Secarik Kertas Untuk Tahanan Politik Banyumas

Assalamualaikum warahmatullahi wabarakatuh.

Surat ini untuk Ibnu Jafar, Roma Adi Saputra, dan Kusuma Andhika. Solidaritas dari sesama pelajar.

Mungkin kita belum pernah bertatap muka atau bertukar sapa. Tetapi, sejak kabar penangkapanmu, aku merasa begitu dekat denganmu. Kami tidak akan membiarkanmu berjuang sendiri; di luar masih banyak yang memedulikanmu.

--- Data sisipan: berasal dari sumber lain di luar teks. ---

"""Measure the relative CPU cost of every activation swapper knows.

Each function is built the way swapper meets it in a graph (the single op, and
where exporters write it as a subgraph, that subgraph too), run by onnxruntime
on one [64, 32, 32, 32] float32 tensor with one intra-op thread, warmed up,
then timed ``--repeats`` times in each of ``--sweeps`` passes over all
models. Cost = median time / median time of Relu, timed as the calling
thread's CPU time (onnxruntime computes on it with one thread; unlike wall
time this does not grow while other processes hold a shared CPU).

Writes swapper/functions/op_costs.json:

    {"schema": "swapper.op_costs/1",
     "measured": {date, onnxruntime, onnx, cpu, shape, dtype, opset, threads,
                  warmup, repeats, sweeps, statistic, optimization, baseline,
                  load_average_1min},
     "costs": {function: relative cost of its canonical form},
     "forms": {function: {form: relative cost}},
     "median_ms": {function: {form: CPU milliseconds}},
     "median_wall_ms": {function: {form: wall milliseconds}}}

The canonical form is the single op when the default domain has one at the
opset we build with, else the decomposed subgraph exporters write. Functions
only swapper writes (surrogates such as relu6, pwl) are built with the
registry's own emitter, with the parameters they get when they replace a SiLU
(``functions.surrogate_params("silu", {}, name)``: e.g. the 6-segment
piecewise-linear fit), form "emitted".

Run:  python benchmarks/measure_op_costs.py [--repeats 20] [--sweeps 5] [--out PATH]
"""
from __future__ import annotations

import argparse
import datetime as dt
import json
import logging
import os
import platform
import statistics
import time
from pathlib import Path

import numpy as np
import onnx
import onnxruntime as ort
from onnx import TensorProto, helper, numpy_helper

logger = logging.getLogger(__name__)

SHAPE = (64, 32, 32, 32)
OPSET = 22  # newest default-domain opset swapper reads (swapper.core.model_io.MAX_OPSET)
MS_DOMAIN = "com.microsoft"
SQRT_2_OVER_PI = float(np.sqrt(2.0 / np.pi))


class _G:
    """Minimal builder: one input X, one output Y, float32 constants."""

    def __init__(self):
        self.nodes: list[onnx.NodeProto] = []
        self.inits: list[onnx.TensorProto] = []
        self.k = 0

    def c(self, value) -> str:
        name = f"c{len(self.inits)}"
        self.inits.append(numpy_helper.from_array(np.asarray(value, dtype=np.float32), name))
        return name

    def op(self, op_type: str, inputs: list[str], out: str | None = None, domain: str = "", **attrs) -> str:
        self.k += 1
        out = out or f"t{self.k}"
        self.nodes.append(helper.make_node(op_type, inputs, [out], name=f"n{self.k}", domain=domain, **attrs))
        return out

    def model(self) -> onnx.ModelProto:
        graph = helper.make_graph(
            self.nodes,
            "bench",
            [helper.make_tensor_value_info("X", TensorProto.FLOAT, SHAPE)],
            [helper.make_tensor_value_info("Y", TensorProto.FLOAT, SHAPE)],
            self.inits,
        )
        opsets = [helper.make_opsetid("", OPSET)]
        if any(n.domain == MS_DOMAIN for n in self.nodes):
            opsets.append(helper.make_opsetid(MS_DOMAIN, 1))
        m = helper.make_model(graph, opset_imports=opsets)
        m.ir_version = 10
        return m


def single(op_type: str, domain: str = "", extra_inputs=(), **attrs):
    def build():
        g = _G()
        ins = ["X"] + [g.c(v) for v in extra_inputs]
        g.op(op_type, ins, "Y", domain=domain, **attrs)
        return g.model()

    return build


def silu():
    g = _G()
    s = g.op("Sigmoid", ["X"])
    g.op("Mul", ["X", s], "Y")
    return g.model()


def swish(beta: float):
    def build():
        g = _G()
        z = g.op("Mul", ["X", g.c(beta)])
        s = g.op("Sigmoid", [z])
        g.op("Mul", ["X", s], "Y")
        return g.model()

    return build


def gelu_erf():
    # 0.5·x·(1 + erf(x/√2)), as torch's exporter writes it
    g = _G()
    e = g.op("Erf", [g.op("Div", ["X", g.c(np.sqrt(2.0))])])
    u = g.op("Add", [e, g.c(1.0)])
    g.op("Mul", [g.op("Mul", ["X", u]), g.c(0.5)], "Y")
    return g.model()


def gelu_tanh_decomposed():
    # 0.5·x·(1 + tanh(√(2/π)·(x + 0.044715·x³)))
    g = _G()
    cube = g.op("Mul", ["X", g.op("Mul", ["X", "X"])])
    inner = g.op("Add", ["X", g.op("Mul", [g.c(0.044715), cube])])
    t = g.op("Tanh", [g.op("Mul", [g.c(SQRT_2_OVER_PI), inner])])
    u = g.op("Add", [g.c(1.0), t])
    g.op("Mul", [g.c(0.5), g.op("Mul", ["X", u])], "Y")
    return g.model()


def mish_softplus():
    g = _G()
    t = g.op("Tanh", [g.op("Softplus", ["X"])])
    g.op("Mul", ["X", t], "Y")
    return g.model()


def mish_exp_log():
    g = _G()
    sp = g.op("Log", [g.op("Add", [g.op("Exp", ["X"]), g.c(1.0)])])
    g.op("Mul", ["X", g.op("Tanh", [sp])], "Y")
    return g.model()


def hard_swish_decomposed():
    g = _G()
    h = g.op("HardSigmoid", ["X"], alpha=1.0 / 6.0, beta=0.5)
    g.op("Mul", ["X", h], "Y")
    return g.model()


SELU_ALPHA = 1.67326319217681884765625  # ONNX operator spec, Selu defaults
SELU_GAMMA = 1.05070102214813232421875

# function -> [(form, builder)], canonical form first
BENCHES = {
    "relu": [("op", single("Relu"))],
    "leaky_relu": [("op", single("LeakyRelu", alpha=0.01))],
    "prelu": [("op", single("PRelu", extra_inputs=[np.full((SHAPE[1], 1, 1), 0.25)]))],
    "sigmoid": [("op", single("Sigmoid"))],
    "tanh": [("op", single("Tanh"))],
    "elu": [("op", single("Elu", alpha=1.0))],
    "selu": [("op", single("Selu", alpha=SELU_ALPHA, gamma=SELU_GAMMA))],
    "celu": [("op", single("Celu", alpha=1.0))],
    "softplus": [("op", single("Softplus"))],
    "softsign": [("op", single("Softsign"))],
    "hard_sigmoid": [("op", single("HardSigmoid", alpha=0.2, beta=0.5))],
    "hard_swish": [("op", single("HardSwish")), ("hard_swish/mul-hardsigmoid", hard_swish_decomposed)],
    "gelu": [
        ("op", single("Gelu", approximate="none")),
        ("op:com.microsoft", single("Gelu", domain=MS_DOMAIN)),
        ("gelu/erf", gelu_erf),
    ],
    "gelu_tanh": [
        ("op", single("Gelu", approximate="tanh")),
        ("op:com.microsoft", single("FastGelu", domain=MS_DOMAIN)),
        ("gelu_tanh/tanh-cubic", gelu_tanh_decomposed),
    ],
    "mish": [
        ("op", single("Mish")),
        ("mish/softplus-tanh", mish_softplus),
        ("mish/exp-log-tanh", mish_exp_log),
    ],
    "silu": [("silu/mul-sigmoid", silu)],
    "swish": [("swish/mul-sigmoid-scaled", swish(1.5))],
    "quick_gelu": [("op:com.microsoft", single("QuickGelu", domain=MS_DOMAIN, alpha=1.702)),
                   ("swish/mul-sigmoid-scaled", swish(1.702))],
}


def registry_emitted(name: str):
    """A function the registry emits: the nodes ``Function.emit`` writes, with the parameters a swap gives it."""

    def build():
        from swapper.core.emit import Emitter
        from swapper.functions.registry import get, surrogate_params

        fn = get(name)
        em = Emitter(f"bench/{name}", OPSET)
        # a surrogate's own parameters as a real swap sets them (pwl: several knots, not the default single one)
        params = surrogate_params("silu", {}, name) if fn.is_cheap and fn.params else dict(fn.params)
        fn.emit(em, "X", "Y", params)
        g = _G()
        g.nodes, g.inits = list(em.nodes), list(em.initializers)
        return g.model()

    return build


def add_registry_surrogates() -> None:
    """Measure every registry function without a hand-built entry, as swapper emits it."""
    try:
        from swapper.functions.registry import REGISTRY
    except ImportError as exc:  # the package is optional for this script
        logger.warning("swapper.functions not importable (%s); surrogates not measured", exc)
        return
    for name in sorted(REGISTRY):
        if name not in BENCHES:
            BENCHES[name] = [("emitted", registry_emitted(name))]


def cpu_model() -> str:
    try:
        for line in Path("/proc/cpuinfo").read_text().splitlines():
            if line.startswith("model name"):
                return line.split(":", 1)[1].strip()
    except OSError:
        pass
    return platform.processor() or "unknown"


def runner(model: onnx.ModelProto, x: np.ndarray):
    """A zero-argument callable running ``model`` once on ``x`` (output buffer preallocated)."""
    opts = ort.SessionOptions()
    opts.intra_op_num_threads = 1
    opts.inter_op_num_threads = 1
    opts.execution_mode = ort.ExecutionMode.ORT_SEQUENTIAL
    sess = ort.InferenceSession(model.SerializeToString(), opts, providers=["CPUExecutionProvider"])
    binding = sess.io_binding()
    binding.bind_cpu_input("X", x)
    binding.bind_ortvalue_output("Y", ort.OrtValue.ortvalue_from_numpy(np.empty_like(x)))
    return lambda: sess.run_with_iobinding(binding)


def time_all(runs: dict[tuple[str, str], object], warmup: int, repeats: int, sweeps: int):
    """Median CPU seconds and median wall seconds per run of each callable, over sweeps x repeats runs.

    With one intra-op thread onnxruntime computes on the calling thread, so
    that thread's CPU time is the run's compute time, and unlike wall time it
    does not grow while other processes hold the CPU (this machine is shared).
    Each sweep times every model in a block (warm-up, then back-to-back runs,
    buffers as warm as in a steady pipeline); the sweeps spread each model's
    runs over the whole measurement.
    """
    keys = sorted(runs)
    cpu: dict[tuple[str, str], list[float]] = {k: [] for k in keys}
    wall: dict[tuple[str, str], list[float]] = {k: [] for k in keys}
    for _ in range(sweeps):
        for key in keys:
            run = runs[key]
            for _ in range(warmup):
                run()
            for _ in range(repeats):
                t0, c0 = time.perf_counter(), time.thread_time()
                run()
                cpu[key].append(time.thread_time() - c0)
                wall[key].append(time.perf_counter() - t0)
    return ({k: statistics.median(v) for k, v in cpu.items()}, {k: statistics.median(v) for k, v in wall.items()})


def main() -> None:
    ap = argparse.ArgumentParser(description=__doc__.splitlines()[0])
    ap.add_argument("--repeats", type=int, default=20, help="timed runs per model per sweep")
    ap.add_argument("--sweeps", type=int, default=5, help="passes over all models")
    ap.add_argument("--warmup", type=int, default=5)
    ap.add_argument("--out", type=Path, default=Path(__file__).resolve().parents[1] / "swapper/functions/op_costs.json")
    args = ap.parse_args()
    logging.basicConfig(level=logging.INFO, format="%(message)s")

    add_registry_surrogates()
    load_before = os.getloadavg()[0]
    rng = np.random.default_rng(0)
    # N(0, 3²) covers both saturated and linear parts of every function
    x = (rng.standard_normal(SHAPE) * 3.0).astype(np.float32)

    runs = {}
    for name in sorted(BENCHES):
        for form, build in BENCHES[name]:
            model = build()
            onnx.checker.check_model(model)
            runs[(name, form)] = runner(model, x)
    cpu_s, wall_s = time_all(runs, args.warmup, args.repeats, args.sweeps)
    median_ms: dict[str, dict[str, float]] = {}
    median_wall_ms: dict[str, dict[str, float]] = {}
    for (name, form), sec in sorted(cpu_s.items()):
        median_ms.setdefault(name, {})[form] = round(sec * 1e3, 4)
        median_wall_ms.setdefault(name, {})[form] = round(wall_s[(name, form)] * 1e3, 4)
        logger.info("%-12s %-28s %8.3f ms cpu %8.3f ms wall", name, form, sec * 1e3, wall_s[(name, form)] * 1e3)

    load_after = os.getloadavg()[0]
    if max(load_before, load_after) > 1.0:
        logger.warning("system load %.1f/%.1f: other processes share the CPU, costs may be noisy",
                       load_before, load_after)
    base = median_ms["relu"]["op"]
    forms = {n: {f: round(ms / base, 3) for f, ms in fm.items()} for n, fm in median_ms.items()}
    costs = {n: forms[n][BENCHES[n][0][0]] for n in sorted(BENCHES)}
    out = {
        "schema": "swapper.op_costs/1",
        "measured": {
            "date": dt.date.today().isoformat(),
            "onnxruntime": ort.__version__,
            "onnx": onnx.__version__,
            "cpu": cpu_model(),
            "shape": list(SHAPE),
            "dtype": "float32",
            "opset": OPSET,
            "threads": 1,
            "warmup": args.warmup,
            "repeats": args.repeats * args.sweeps,
            "sweeps": args.sweeps,
            "statistic": ("median thread CPU time of InferenceSession.run_with_iobinding over all runs "
                          "(each sweep: warm-up then back-to-back runs per model), divided by Relu's; "
                          "median wall times kept in median_wall_ms"),
            "optimization": "onnxruntime default (ORT_ENABLE_ALL): decomposed forms may be fused",
            "baseline": "relu",
            "load_average_1min": [round(load_before, 2), round(load_after, 2)],  # before, after
        },
        "costs": costs,
        "forms": forms,
        "median_ms": median_ms,
        "median_wall_ms": median_wall_ms,
    }
    args.out.parent.mkdir(parents=True, exist_ok=True)
    args.out.write_text(json.dumps(out, indent=2, sort_keys=False) + "\n")
    logger.info("wrote %s", args.out)


if __name__ == "__main__":
    main()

Kalian tidak sepenuhnya salah. Percayalah kawan-kawan, keadilan akan hadir mendampingimu, karena tanpa keadilan, demokrasi kehilangan legitimasi. Saya tahu tindakan itu melanggar hukum, tetapi penjara bukan solusi. Masa muda adalah masa menuju masa depan yang panjang.

Surat ini ditulis dengan rasa kecewa. Ada ancaman bagi pelajar untuk berekspresi, dan kita tidak mau masa kelam terulang kembali. Kalian berhak kembali ke sekolah, bukan dikurung di sel tahanan. Tetaplah kuat, jaga kesehatanmu kawan. Salam dari sesama pelajar.

Semakin ditekan, semakin melawan!
Tetap berdiri bertahan, jaga api jangan padam!
Tetap tegak seperti di awal!

Sekian, terima kasih.
Wassalamu’alaikum warahmatullahi wabarakatuh.

Dari kawanmu yang tak pernah berjumpa namun selalu seirama,
Ahmad Zaki

Share sekarang, pahala belakangan!
Avatar photo

Ahmad Zaki

Ahmad Zaki, lahir di Banyumas tahun 2008. Pemuda asal Tunjung, Jatilawang ini memiliki passion yang kuat di dunia literasi, khususnya menulis. Saat ini, ia aktif sebagai pelajar dan mendedikasikan dirinya dalam Organisasi Bacaan Siswa (BASIS) di MA Minat Kesugihan. Zaki dapat dihubungi melalui Instagram @Ahmad_zky.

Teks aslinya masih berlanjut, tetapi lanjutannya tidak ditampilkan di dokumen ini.